■ Records shown
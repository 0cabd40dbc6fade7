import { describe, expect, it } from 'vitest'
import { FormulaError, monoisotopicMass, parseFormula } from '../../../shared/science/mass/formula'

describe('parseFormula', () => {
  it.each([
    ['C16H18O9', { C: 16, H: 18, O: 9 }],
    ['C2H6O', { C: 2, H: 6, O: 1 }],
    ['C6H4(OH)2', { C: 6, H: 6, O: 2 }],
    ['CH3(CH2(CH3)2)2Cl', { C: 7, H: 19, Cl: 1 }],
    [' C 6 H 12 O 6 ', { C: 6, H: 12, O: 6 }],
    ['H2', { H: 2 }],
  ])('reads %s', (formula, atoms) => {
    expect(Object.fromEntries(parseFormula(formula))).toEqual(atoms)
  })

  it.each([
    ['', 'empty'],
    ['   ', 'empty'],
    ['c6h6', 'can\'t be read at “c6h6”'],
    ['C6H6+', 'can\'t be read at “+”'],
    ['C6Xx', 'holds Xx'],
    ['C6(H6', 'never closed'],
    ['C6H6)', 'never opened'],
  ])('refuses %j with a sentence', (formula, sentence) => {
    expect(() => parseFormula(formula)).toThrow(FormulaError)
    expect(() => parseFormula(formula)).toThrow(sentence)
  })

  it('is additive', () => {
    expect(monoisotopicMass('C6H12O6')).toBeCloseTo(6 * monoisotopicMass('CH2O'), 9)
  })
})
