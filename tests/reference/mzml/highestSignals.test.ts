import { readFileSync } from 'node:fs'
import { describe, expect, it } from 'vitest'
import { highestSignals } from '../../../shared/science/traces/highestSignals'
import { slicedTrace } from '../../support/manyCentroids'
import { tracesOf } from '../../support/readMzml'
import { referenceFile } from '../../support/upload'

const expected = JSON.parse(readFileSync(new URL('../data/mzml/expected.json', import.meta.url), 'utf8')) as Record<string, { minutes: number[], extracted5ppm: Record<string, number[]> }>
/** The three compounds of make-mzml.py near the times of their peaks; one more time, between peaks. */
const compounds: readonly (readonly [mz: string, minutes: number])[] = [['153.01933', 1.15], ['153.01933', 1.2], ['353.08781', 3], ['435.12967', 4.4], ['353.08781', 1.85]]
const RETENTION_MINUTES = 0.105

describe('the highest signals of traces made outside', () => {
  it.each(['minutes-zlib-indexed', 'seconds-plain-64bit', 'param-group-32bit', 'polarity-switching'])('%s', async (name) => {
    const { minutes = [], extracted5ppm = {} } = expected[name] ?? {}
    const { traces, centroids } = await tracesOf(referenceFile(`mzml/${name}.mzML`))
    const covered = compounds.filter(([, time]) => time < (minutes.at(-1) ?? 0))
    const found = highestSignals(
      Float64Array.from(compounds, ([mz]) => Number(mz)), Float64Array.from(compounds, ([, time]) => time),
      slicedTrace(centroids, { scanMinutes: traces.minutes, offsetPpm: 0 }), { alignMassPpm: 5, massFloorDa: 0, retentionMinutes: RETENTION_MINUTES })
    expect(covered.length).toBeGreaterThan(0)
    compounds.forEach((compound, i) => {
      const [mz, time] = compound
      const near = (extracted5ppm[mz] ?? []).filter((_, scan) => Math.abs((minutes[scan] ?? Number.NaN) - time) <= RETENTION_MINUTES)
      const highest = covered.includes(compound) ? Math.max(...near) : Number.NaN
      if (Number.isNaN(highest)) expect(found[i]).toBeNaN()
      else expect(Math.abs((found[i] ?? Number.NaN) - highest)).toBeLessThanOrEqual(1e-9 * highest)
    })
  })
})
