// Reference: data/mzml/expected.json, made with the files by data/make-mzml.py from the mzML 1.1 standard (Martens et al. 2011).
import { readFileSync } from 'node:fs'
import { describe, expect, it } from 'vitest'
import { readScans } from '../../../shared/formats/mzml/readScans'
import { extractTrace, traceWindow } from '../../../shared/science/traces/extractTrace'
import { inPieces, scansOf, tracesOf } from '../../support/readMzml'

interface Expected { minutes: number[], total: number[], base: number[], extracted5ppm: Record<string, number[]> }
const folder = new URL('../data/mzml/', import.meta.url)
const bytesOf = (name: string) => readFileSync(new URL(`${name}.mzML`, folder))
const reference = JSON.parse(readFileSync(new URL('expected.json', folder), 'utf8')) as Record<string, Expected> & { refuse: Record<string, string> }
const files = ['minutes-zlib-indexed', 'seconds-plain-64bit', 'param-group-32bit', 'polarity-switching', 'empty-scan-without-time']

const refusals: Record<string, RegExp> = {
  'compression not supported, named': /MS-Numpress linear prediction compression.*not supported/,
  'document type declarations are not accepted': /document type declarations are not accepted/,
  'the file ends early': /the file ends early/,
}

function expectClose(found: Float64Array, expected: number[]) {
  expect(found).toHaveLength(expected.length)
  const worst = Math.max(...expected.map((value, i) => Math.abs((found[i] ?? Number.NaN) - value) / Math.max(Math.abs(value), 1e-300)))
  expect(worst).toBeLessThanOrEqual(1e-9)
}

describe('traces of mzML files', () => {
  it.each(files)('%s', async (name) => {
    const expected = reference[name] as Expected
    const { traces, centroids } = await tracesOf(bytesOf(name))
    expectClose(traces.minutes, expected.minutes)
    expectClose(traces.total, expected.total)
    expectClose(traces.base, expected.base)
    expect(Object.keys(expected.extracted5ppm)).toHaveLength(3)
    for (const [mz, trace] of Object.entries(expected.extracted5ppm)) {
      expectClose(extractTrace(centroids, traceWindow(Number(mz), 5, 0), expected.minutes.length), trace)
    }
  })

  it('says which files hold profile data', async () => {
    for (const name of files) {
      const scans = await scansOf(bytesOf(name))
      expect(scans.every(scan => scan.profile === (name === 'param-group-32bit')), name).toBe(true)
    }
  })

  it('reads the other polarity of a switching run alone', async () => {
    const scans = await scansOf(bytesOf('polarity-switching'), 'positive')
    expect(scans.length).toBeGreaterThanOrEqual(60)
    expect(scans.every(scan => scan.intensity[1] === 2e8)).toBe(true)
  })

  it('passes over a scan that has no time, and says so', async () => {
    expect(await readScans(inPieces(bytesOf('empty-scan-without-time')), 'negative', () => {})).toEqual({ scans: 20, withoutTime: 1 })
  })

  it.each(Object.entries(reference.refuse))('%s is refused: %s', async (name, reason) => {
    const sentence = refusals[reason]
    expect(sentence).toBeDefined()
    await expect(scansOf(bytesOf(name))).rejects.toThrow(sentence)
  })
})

■ Work item
Pull every line containing "meta" out of the material and copy it.

■ Task answer
const expected = JSON.parse(readFileSync(new URL('../data/mzml/expected.json', import.meta.url), 'utf8')) as Record<string, { minutes: number[], extracted5ppm: Record<string, number[]> }>
const folder = new URL('../data/mzml/', import.meta.url)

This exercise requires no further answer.